▸ The task: Stop after the line with "const customer = await"; until then, please copy every line of the records word for word from the first.

▸ Dataset entries:
import { beforeEach, describe, expect, it } from "vitest";
import request from "supertest";
import { createTestApp } from "../helpers/app";
import { signedInAgent } from "../helpers/auth";
import { buildUser } from "../helpers/factories";
import { truncateAll } from "../helpers/db";
import { assignCrew, buildCustomer, buildJob, roofBody } from "../helpers/job-factories";
import { recordAudit } from "../../server/services/audit.service";

beforeEach(truncateAll);

describe("GET /api/jobs/:id/audit", () => {
  it("lists the job's events newest first with the actor's name, and nothing from other jobs", async () => {
    const { agent, token, user } = await signedInAgent({ role: "estimator", name: "Rowan Ashdown" });
    const customer = await buildCustomer({ companyId: user.companyId });
    const created = await agent.post("/api/jobs").set("X-CSRF-Token", token).send({ customerId: customer.id });
    const jobId = created.body.data.id;
    await agent.put(`/api/jobs/${jobId}/roof`).set("X-CSRF-Token", token).send(roofBody(0)).expect(200);
    await agent.patch(`/api/jobs/${jobId}`).set("X-CSRF-Token", token).send({ notes: "Gate code 4471" }).expect(200);
    const other = await agent.post("/api/jobs").set("X-CSRF-Token", token).send({ customerId: customer.id });
    expect(other.status).toBe(201);

    const res = await agent.get(`/api/jobs/${jobId}/audit`);
    expect(res.status).toBe(200);
    expect(res.body.meta).toEqual({ page: 1, pageSize: 25, total: 4 });
    expect(res.body.data.map((e: { entityType: string; action: string }) => `${e.entityType}:${e.action}`)).toEqual([
      "job:updated",
      "job:status_changed",
      "roof:created",
      "job:created",
    ]);
    expect(res.body.data[0]).toMatchObject({
      jobId,
      actor: { id: user.id, name: "Rowan Ashdown" },
      changes: { notes: { from: null, to: "Gate code 4471" } },
      createdAt: expect.any(String),
    });
    const page2 = await agent.get(`/api/jobs/${jobId}/audit?pageSize=3&page=2`);
    expect(page2.body.data.map((e: { action: string }) => e.action)).toEqual(["created"]);
  });

  it("refuses crew with 403 (even on an assigned job), another company's job with 404, anonymous with 401", async () => {
    const { agent, user } = await signedInAgent({ role: "crew" });
    const job = await buildJob({ companyId: user.companyId });
    await assignCrew(job.id, [user.id]);
    expect((await agent.get(`/api/jobs/${job.id}/audit`)).status).toBe(403);
    const { agent: owner } = await signedInAgent({ role: "owner" });
    expect((await owner.get(`/api/jobs/${job.id}/audit`)).status).toBe(404);
    expect((await request(createTestApp()).get(`/api/jobs/${job.id}/audit`)).status).toBe(401);
  });
});

describe("GET /api/audit", () => {
  it("lists the company's events for the owner, newest first, paged and filtered, never another company's", async () => {
    const { agent, user } = await signedInAgent({ role: "owner", name: "Mara Tolland" });
    const teammate = await buildUser({ companyId: user.companyId, role: "estimator", name: "Seb Oakes" });
    const stranger = await buildUser({ role: "owner" });
    await recordAudit({ companyId: user.companyId, actorId: user.id, entityType: "user", entityId: teammate.id, action: "created" });
    await recordAudit({ companyId: user.companyId, actorId: teammate.id, entityType: "customer", entityId: 5, action: "updated", changes: { phone: { from: null, to: "555-0110" } } });
    await recordAudit({ companyId: user.companyId, actorId: null, entityType: "job", entityId: 9, jobId: 9, action: "status_changed" });
    await recordAudit({ companyId: stranger.companyId, actorId: stranger.id, entityType: "user", entityId: 1, action: "created" });

    const res = await agent.get("/api/audit");
    expect(res.status).toBe(200);
    expect(res.body.meta).toEqual({ page: 1, pageSize: 25, total: 3 });
    expect(res.body.data.map((e: { action: string }) => e.action)).toEqual(["status_changed", "updated", "created"]);
    expect(res.body.data[0].actor).toBeNull();
    expect(res.body.data[1]).toMatchObject({ entityType: "customer", entityId: "5", actor: { id: teammate.id, name: "Seb Oakes" } });

    const paged = await agent.get("/api/audit?pageSize=1&page=2");
    expect(paged.body.data.map((e: { action: string }) => e.action)).toEqual(["updated"]);
    const byType = await agent.get("/api/audit?entityType=user");
    expect(byType.body.data.map((e: { entityId: string }) => e.entityId)).toEqual([String(teammate.id)]);
    const byActor = await agent.get(`/api/audit?actorId=${teammate.id}`);
    expect(byActor.body.data.map((e: { entityType: string }) => e.entityType)).toEqual(["customer"]);
    const bad = await agent.get("/api/audit?pageSize=0");
    expect(bad.status).toBe(400);
    expect(bad.body.error.fields).toEqual({ pageSize: "At least 1" });
  });

  it.each(["estimator", "crew"] as const)("refuses a %s with 403", async (role) => {
    const { agent } = await signedInAgent({ role });
    const res = await agent.get("/api/audit");
    expect(res.status).toBe(403);
    expect(res.body.error.code).toBe("forbidden");
  });

  it("refuses anonymous with 401", async () => {
    expect((await request(createTestApp()).get("/api/audit")).status).toBe(401);
  });
});
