import { describe, expect, it } from "vitest";
import { DatabaseError } from "sequelize";
import { isLockConflict, retryOnLockConflict } from "../../server/db/lock-conflict";

/** A driver error as Sequelize wraps it (the driver's own error is `parent` and `original`). */
function wrapped(errno: number): Error {
  const driver = Object.assign(new Error(`errno ${errno}`), { errno, sql: "UPDATE t SET x = 1" });
  return new DatabaseError(driver as never);
}

describe("lock conflicts (MariaDB ER_LOCK_DEADLOCK 1213, ER_LOCK_WAIT_TIMEOUT 1205)", () => {
  it("recognises a deadlock or a lock wait timeout, wrapped by Sequelize or straight from the driver", () => {
    expect(isLockConflict(wrapped(1213))).toBe(true);
    expect(isLockConflict(wrapped(1205))).toBe(true);
    expect(isLockConflict(Object.assign(new Error("raw"), { errno: 1213 }))).toBe(true);
    expect(isLockConflict(wrapped(1062))).toBe(false); // duplicate key: not a lock conflict
    expect(isLockConflict(new Error("other"))).toBe(false);
    expect(isLockConflict(undefined)).toBe(false);
  });

  it("runs the work again after a conflict and returns its result", async () => {
    let calls = 0;
    const result = await retryOnLockConflict(async () => {
      calls++;
      if (calls < 3) throw wrapped(1213);
      return "done";
    });
    expect(result).toBe("done");
    expect(calls).toBe(3);
  });

  it("gives up after the attempts allowed, and never retries another error", async () => {
    let calls = 0;
    await expect(
      retryOnLockConflict(async () => {
        calls++;
        throw wrapped(1205);
      }, 3),
    ).rejects.toThrow(/1205/);
    expect(calls).toBe(3);
    calls = 0;
    await expect(
      retryOnLockConflict(async () => {
        calls++;
        throw wrapped(1062);
      }),
    ).rejects.toThrow(/1062/);
    expect(calls).toBe(1);
  });
});
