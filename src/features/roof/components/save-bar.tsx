/**
 * The roof draft's save bar, shared by the sections that edit the roof (Roof sketch, Layer stack):
 * what state the draft is in, undo / redo, and Save with the draft's base version. A 409 (someone saved
 * in between) offers to reload their roof or keep editing; other failures keep the draft (it is in this
 * browser's storage) and list the server's field messages.
 */
import { useState } from "react";
import { useQueryClient } from "@tanstack/react-query";
import type { RoofDto } from "@shared/schemas/roof";
import { Alert } from "@/components/ui/alert";
import { Button } from "@/components/ui/button";
import { toast } from "@/components/ui/toast";
import { api, ApiError } from "@/lib/api-client";
import { cn } from "@/lib/cn";
import { useSaveRoof } from "../api/mutations";
import { roofKeys } from "@/lib/queries/roof";
import { roofDraftStore, useRoofDraft } from "../api/roof-draft";

const time = (iso: string | null) =>
  iso ? new Date(iso).toLocaleTimeString(undefined, { hour: "2-digit", minute: "2-digit" }) : "";

export function SaveBar({ jobId, className }: { jobId: number; className?: string }) {
  const draft = useRoofDraft(jobId);
  const save = useSaveRoof(jobId);
  const qc = useQueryClient();
  const [conflict, setConflict] = useState(false);
  const [failure, setFailure] = useState<{ message: string; fields: [string, string][] } | null>(null);
  const [reloading, setReloading] = useState(false);

  if (!draft) return null;

  const onSave = () => {
    setFailure(null);
    save.mutate(undefined, {
      onSuccess: () => {
        setConflict(false);
        toast.success("Roof saved; the takeoff is updated.");
      },
      onError: (e) => {
        if (e instanceof ApiError && e.status === 409) {
          setConflict(true);
          return;
        }
        const fields = e instanceof ApiError && e.fields ? Object.entries(e.fields) : [];
        setFailure({ message: e instanceof Error ? e.message : "The roof could not be saved.", fields });
        toast.error("The roof was not saved. Your changes are kept in this browser.");
      },
    });
  };

  const reload = async () => {
    setReloading(true);
    try {
      const roof = await api<{ data: RoofDto }>(`/jobs/${jobId}/roof`).then((r) => r.data);
      qc.setQueryData(roofKeys.detail(jobId), roof);
      roofDraftStore.replaceWithServer({ ...roof, jobId });
      await qc.invalidateQueries({ queryKey: roofKeys.takeoff(jobId) });
      setConflict(false);
      toast.info("Loaded the roof as it was last saved.");
    } catch {
      toast.error("The saved roof could not be loaded. Try again.");
    } finally {
      setReloading(false);
    }
  };

  return (
    <div className={cn("space-y-2", className)}>
      <div className="flex flex-wrap items-center gap-2 rounded-lg border border-steel-200 bg-white px-3 py-2 shadow-panel" role="group" aria-label="Roof draft">
        <p className="mr-auto text-sm text-steel-700" aria-live="polite">
          {save.isPending ? (
            "Saving…"
          ) : draft.dirty ? (
            <>
              <span className="mr-1.5 inline-block size-2 rounded-full bg-accent-600 align-middle" aria-hidden="true" />
              <span className="font-medium text-steel-900">Unsaved changes</span>
              {draft.changedAt && <span className="text-steel-500"> · last change {time(draft.changedAt)}, kept in this browser</span>}
            </>
          ) : draft.baseVersion > 0 ? (
            <span>Saved · version {draft.baseVersion}</span>
          ) : (
            <span>Not saved yet</span>
          )}
        </p>
        <Button variant="ghost" size="sm" onClick={() => roofDraftStore.undo(jobId)} disabled={!draft.past.length} aria-label="Undo">
          Undo
        </Button>
        <Button variant="ghost" size="sm" onClick={() => roofDraftStore.redo(jobId)} disabled={!draft.future.length} aria-label="Redo">
          Redo
        </Button>
        <Button size="sm" onClick={onSave} loading={save.isPending} disabled={!draft.dirty && draft.baseVersion > 0}>
          Save roof
        </Button>
      </div>
      {conflict && (
        <Alert tone="caution" title="The roof was changed by someone else">
          <p>Someone saved this roof after you started. Reload their roof (your edits here are dropped) or keep editing.</p>
          <div className="mt-2 flex gap-2">
            <Button size="sm" variant="secondary" onClick={reload} loading={reloading}>
              Reload the saved roof
            </Button>
            <Button size="sm" variant="ghost" onClick={() => setConflict(false)}>
              Keep editing
            </Button>
          </div>
        </Alert>
      )}
      {failure && (
        <Alert tone="error" title="The roof was not saved" onDismiss={() => setFailure(null)}>
          <p>{failure.message} Your changes are kept in this browser.</p>
          {failure.fields.length > 0 && (
            <ul className="mt-1 list-disc pl-5">
              {failure.fields.slice(0, 8).map(([k, m]) => (
                <li key={k}>
                  <span className="font-mono text-xs">{k}</span>: {m}
                </li>
              ))}
            </ul>
          )}
        </Alert>
      )}
    </div>
  );
}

▸ Result of this task:
import { beforeEach, describe, expect, it } from "vitest";
import request from "supertest";
import { createTestApp } from "../helpers/app";
import { signedInAgent } from "../helpers/auth";
import { buildUser } from "../helpers/factories";
import { truncateAll } from "../helpers/db";
import { assignCrew, buildCustomer, buildJob, roofBody } from "../helpers/job-factories";
import { recordAudit } from "../../server/services/audit.service";

beforeEach(truncateAll);

describe("GET /api/jobs/:id/audit", () => {
  it("lists the job's events newest first with the actor's name, and nothing from other jobs", async () => {
    const { agent, token, user } = await signedInAgent({ role: "estimator", name: "Rowan Ashdown" });
    const customer = await buildCustomer({ companyId: user.companyId });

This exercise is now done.